*TASK PROMPT*
Go to the line that contains "libsndfile adds a" and extract it along with every line after it, exactly, through the end of the data below.

*EXTRACTED DATA*
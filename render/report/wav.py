"""WAV output: IEEE float32, no PEAK chunk and no timestamp.

libsndfile adds a PEAK chunk with a write time to float WAVs, so two
renders of the same thing would differ; this writer emits only the RIFF
header, a ``fmt `` chunk (WAVE_FORMAT_IEEE_FLOAT = 3, with cbSize = 0 and
a ``fact`` chunk as the RIFF/WAVE specification asks for non-PCM data) and
the ``data`` chunk, so identical audio gives identical bytes.
"""

from __future__ import annotations

import struct
from pathlib import Path

import numpy as np

from .atomic import atomic_path


def float_wav_bytes(data: np.ndarray, sample_rate: int) -> bytes:
    """Encode ``data`` (shape (n,) or (channels, n), full scale ±1.0) as float32 WAV bytes."""
    x = np.asarray(data, dtype=np.float32)
    if x.ndim == 1:
        x = x[None, :]
    channels, frames = x.shape
    payload = np.ascontiguousarray(x.T).astype("<f4").tobytes()
    block = 4 * channels
    fmt = struct.pack("<HHIIHHH", 3, channels, int(sample_rate), int(sample_rate) * block, block, 32, 0)
    fact = struct.pack("<I", frames)
    body = b"WAVE" + b"fmt " + struct.pack("<I", len(fmt)) + fmt + b"fact" + struct.pack("<I", 4) + fact
    body += b"data" + struct.pack("<I", len(payload)) + payload
    return b"RIFF" + struct.pack("<I", len(body)) + body


def write_float_wav(path: str | Path, data: np.ndarray, sample_rate: int, *, overwrite: bool = False) -> Path:
    """Write ``data`` (shape (n,) or (channels, n)) as a float32 WAV, atomically."""
    with atomic_path(path, overwrite=overwrite) as tmp:
        tmp.write_bytes(float_wav_bytes(data, sample_rate))
    return Path(path)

*RESPONSE FOR THIS EXERCISE*
libsndfile adds a PEAK chunk with a write time to float WAVs, so two
renders of the same thing would differ; this writer emits only the RIFF
header, a ``fmt `` chunk (WAVE_FORMAT_IEEE_FLOAT = 3, with cbSize = 0 and
a ``fact`` chunk as the RIFF/WAVE specification asks for non-PCM data) and
the ``data`` chunk, so identical audio gives identical bytes.
"""

from __future__ import annotations

import struct
from pathlib import Path

import numpy as np

from .atomic import atomic_path


def float_wav_bytes(data: np.ndarray, sample_rate: int) -> bytes:
    """Encode ``data`` (shape (n,) or (channels, n), full scale ±1.0) as float32 WAV bytes."""
    x = np.asarray(data, dtype=np.float32)
    if x.ndim == 1:
        x = x[None, :]
    channels, frames = x.shape
    payload = np.ascontiguousarray(x.T).astype("<f4").tobytes()
    block = 4 * channels
    fmt = struct.pack("<HHIIHHH", 3, channels, int(sample_rate), int(sample_rate) * block, block, 32, 0)
    fact = struct.pack("<I", frames)
    body = b"WAVE" + b"fmt " + struct.pack("<I", len(fmt)) + fmt + b"fact" + struct.pack("<I", 4) + fact
    body += b"data" + struct.pack("<I", len(payload)) + payload
    return b"RIFF" + struct.pack("<I", len(body)) + body


def write_float_wav(path: str | Path, data: np.ndarray, sample_rate: int, *, overwrite: bool = False) -> Path:
    """Write ``data`` (shape (n,) or (channels, n)) as a float32 WAV, atomically."""
    with atomic_path(path, overwrite=overwrite) as tmp:
        tmp.write_bytes(float_wav_bytes(data, sample_rate))
    return Path(path)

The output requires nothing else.